Originally Posted by
NGeorge
I do technology consulting for a small business owner who was sold on Nextel for this exact same reason--they use the PTT occasionally, but primary use it as a cell service. In 2003 he switched from AT&T to Nextel "They told me AT&T would work all over the place--and it did, but dropped calls everywhere inside the coverage area, even with 3-4 bars--Nextel has had less physical coverage, but they were honest about it, and I get a decent signal everywhere in their map".

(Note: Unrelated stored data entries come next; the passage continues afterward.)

// Fast-switching advice and its direct check on a frozen-flow screen (wvr/fast_switching.hpp).

#include "wvr/fast_switching.hpp"

#include <algorithm>
#include <cmath>
#include <memory>
#include <numbers>
#include <sstream>
#include <utility>

#include "wvr/constants.hpp"
#include "wvr/error.hpp"

namespace wvr {
namespace {

constexpr double kPi = std::numbers::pi;
constexpr double kInf = std::numeric_limits<double>::infinity();
constexpr double kNaN = std::numeric_limits<double>::quiet_NaN();

double radians(double deg) { return deg * kPi / 180.0; }

// Phase (deg) per metre of non-dispersive path at freq_ghz: 360 nu / c.
double deg_per_path_m(double freq_ghz) {
  return 360.0 * freq_ghz * 1e9 / constants::speed_of_light_m_per_s;
}

void require_non_negative(const std::string& field, double value, const char* unit) {
  require_finite(field, value);
  if (value < 0.0) throw InvalidInput(describe_value(field, value) + " must be >= 0 " + unit);
}

void require_positive(const std::string& field, double value, const char* unit) {
  require_finite(field, value);
  if (!(value > 0.0)) throw InvalidInput(describe_value(field, value) + " must be > 0 " + unit);
}

// Residual (deg) of the rule for one structure function and cycle time.
double rule_residual_deg(const PathStructureFunction& structure,
                         const FastSwitchingInput& input,
                         double cycle_time_s) {
  const double d_eff = fast_switching_effective_separation_m(
      input.wind_speed_m_s, cycle_time_s, input.layer_height_m, input.calibrator_separation_deg);
  return deg_per_path_m(input.freq_ghz) * std::sqrt(structure.path_m2(d_eff));
}

// Longest cycle time such that the residual stays <= target for every shorter cycle. A log grid
// over (0, max_cycle_time_s] finds the first crossing (so a fitted function that is not
// monotonic cannot send bisection to a later crossing); bisection then refines it.
CycleTimeSolution solve_cycle_time(const PathStructureFunction& structure,
                                   const FastSwitchingInput& input) {
  CycleTimeSolution solution;
  const double k = deg_per_path_m(input.freq_ghz);
  const double target = input.target_rms_deg;
  const double offset_m = input.layer_height_m * radians(input.calibrator_separation_deg);
  solution.floor_deg = k * std::sqrt(structure.path_m2(offset_m));
  solution.saturation_deg = k * std::sqrt(structure.saturation_m2());
  std::ostringstream message;
  message.precision(4);
  if (solution.floor_deg > target) {
    solution.status = CycleTimeStatus::kUnreachable;
    message << "calibrator offset h theta = " << offset_m << " m alone leaves "
            << solution.floor_deg << " deg > target " << target << " deg";
    solution.message = message.str();
    return solution;
  }
  if (solution.saturation_deg <= target || input.wind_speed_m_s == 0.0) {
    solution.status = CycleTimeStatus::kAlwaysMet;
    solution.cycle_time_s = kInf;
    solution.effective_separation_m = kInf;
    if (input.wind_speed_m_s == 0.0) {
      message << "no wind: the residual " << solution.floor_deg
              << " deg does not grow with the cycle time";
    } else {
      message << "saturation " << solution.saturation_deg << " deg <= target " << target << " deg";
    }
    solution.message = message.str();
    return solution;
  }
  constexpr int kGridPoints = 400;
  constexpr double kDecades = 6.0;
  double met = 0.0;
  double exceeded = kNaN;
  for (int j = 0; j <= kGridPoints; ++j) {
    const double t =
        input.max_cycle_time_s * std::pow(10.0, -kDecades * (1.0 - double(j) / kGridPoints));
    if (rule_residual_deg(structure, input, t) > target) {
      exceeded = t;
      break;
    }
    met = t;
  }
  if (std::isnan(exceeded)) {
    solution.status = CycleTimeStatus::kAlwaysMet;
    solution.cycle_time_s = kInf;
    solution.effective_separation_m = kInf;
    message << "met at every cycle time up to max_cycle_time_s = " << input.max_cycle_time_s
            << " s";
    solution.message = message.str();
    return solution;
  }
  for (int iteration = 0; iteration < 100 && exceeded - met > 1e-10 * exceeded; ++iteration) {
    const double mid = 0.5 * (met + exceeded);
    (rule_residual_deg(structure, input, mid) > target ? exceeded : met) = mid;
  }
  solution.status = CycleTimeStatus::kSolved;
  solution.cycle_time_s = met;
  solution.effective_separation_m = fast_switching_effective_separation_m(
      input.wind_speed_m_s, met, input.layer_height_m, input.calibrator_separation_deg);
  message << "t_cyc " << met << " s (d_eff " << solution.effective_separation_m << " m)";
  solution.message = message.str();
  return solution;
}

double cycle_time_gain(const CycleTimeSolution& without, const CycleTimeSolution& with) {
  using S = CycleTimeStatus;
  if (without.status == S::kSolved && with.status == S::kSolved) {
    return with.cycle_time_s / without.cycle_time_s;
  }
  const bool with_better = (with.status == S::kAlwaysMet && without.status != S::kAlwaysMet) ||
                           (with.status != S::kUnreachable && without.status == S::kUnreachable);
  return with_better ? kInf : kNaN;
}

void append_solution(std::ostringstream& out, const char* name, const CycleTimeSolution& s) {
  out << name << " " << to_string(s.status);
  if (s.status == CycleTimeStatus::kSolved) out << " t_cyc <= " << s.cycle_time_s << " s";
  out << " (floor " << s.floor_deg << " deg)";
}

}  // namespace

void BrokenPowerLaw::validate() const {
  require_finite("inner_slope", inner_slope);
  if (!(inner_slope > 0.0 && inner_slope <= 2.0)) {
    throw InvalidInput(describe_value("inner_slope", inner_slope) + " is outside (0, 2]");
  }
  require_in_range("outer_slope", outer_slope, 0.0, 2.0);
  require_positive("break_m", break_m, "m");
  require_positive("path_m2_at_break", path_m2_at_break, "m^2");
  if (std::isnan(saturation_m2) || !(saturation_m2 > 0.0)) {
    throw InvalidInput(describe_value("saturation_m2", saturation_m2) +
                       " must be > 0 m^2 (+inf for no saturation)");
  }
}

PathStructureFunction::PathStructureFunction(std::function<double(double)> function,
                                             double saturation_m2,
                                             std::string label)
    : function_(std::move(function)), saturation_m2_(saturation_m2), label_(std::move(label)) {}

PathStructureFunction PathStructureFunction::from_layer(const TurbulentLayer& layer) {
  auto spectrum = std::make_shared<const LayerSpectrum>(layer);
  const double saturation = spectrum->saturation_m2();
  return PathStructureFunction(
      [spectrum](double d_m) { return spectrum->structure_function_m2(d_m); }, saturation,
      "layer theory");
}

PathStructureFunction PathStructureFunction::from_broken_power_law(const BrokenPowerLaw& fit) {
  fit.validate();
  return PathStructureFunction(
      [fit](double d_m) {
        const double slope = d_m <= fit.break_m ? fit.inner_slope : fit.outer_slope;
        return std::min(fit.path_m2_at_break * std::pow(d_m / fit.break_m, slope),
                        fit.saturation_m2);
      },
      fit.saturation_m2, "broken power law");
}

PathStructureFunction PathStructureFunction::from_function(std::function<double(double)> path_m2,
                                                           double saturation_m2,
                                                           std::string label) {
  if (!path_m2) throw InvalidInput("path_m2 is an empty function");
  if (std::isnan(saturation_m2) || saturation_m2 < 0.0) {
    throw InvalidInput(describe_value("saturation_m2", saturation_m2) +
                       " must be >= 0 m^2 (+inf when unknown)");
  }
  return PathStructureFunction(std::move(path_m2), saturation_m2, std::move(label));
}

double PathStructureFunction::path_m2(double d_m) const {
  require_non_negative("d_m", d_m, "m");
  if (!function_) throw InvalidInput("path structure function is unset (empty)");
  const double value = function_(d_m);
  if (!std::isfinite(value) || value < 0.0) {
    throw InvalidInput(
        describe_value(label_ + " path_m2(d_m = " + std::to_string(d_m) + ")", value) +
        " must be finite and >= 0 m^2");
  }
  return value;
}

double fast_switching_effective_separation_m(double wind_speed_m_s,
                                             double cycle_time_s,
                                             double layer_height_m,
                                             double calibrator_separation_deg) {
  require_non_negative("wind_speed_m_s", wind_speed_m_s, "m/s");
  require_non_negative("cycle_time_s", cycle_time_s, "s");
  require_non_negative("layer_height_m", layer_height_m, "m");
  require_in_range("calibrator_separation_deg", calibrator_separation_deg, 0.0, 180.0, "deg");
  return 0.5 * wind_speed_m_s * cycle_time_s + layer_height_m * radians(calibrator_separation_deg);
}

They still have IDEN to this day--upgraded to I1s for their field techs & wife/kids, and I680's in the shop & warehouse. They get 4-5 bars on their Nextels, where I get 1-2 bars on CDMA in the same locations--with all the towers in the area either synergy sites or co-located/right next to each other.
This illustrates the issue of public perception--either 1. Sprint needed to increase their 1900 coverage to match the signal strength of Nextel (as in 1900 fill-in sites), or 2. Since *we* all know bars don't matter, and that a 1 bar CDMA signal can sound as good as a 5 bar IDEN signal, at least tweak the signal indicator in CDMA phones to base off of "quality" rather than "signal strength" just like the old style Sanyo phones did (showing 3-4 bars pretty much always until the conversation started to garble & drop).
Even given the above, unless you are a very "old school" businessperson (which I would say he is) who truly likes the answer "because it makes phone calls where we say it will and it won't break when you drop it"--the honesty sales pitch probably just doesn't work as good as it used to when you also get "So why can't it stream videos again?", "Why is it a brand new phone and can only access about 20% of older apps in the Android Market?" "What about all the crap my kid wants?" etc.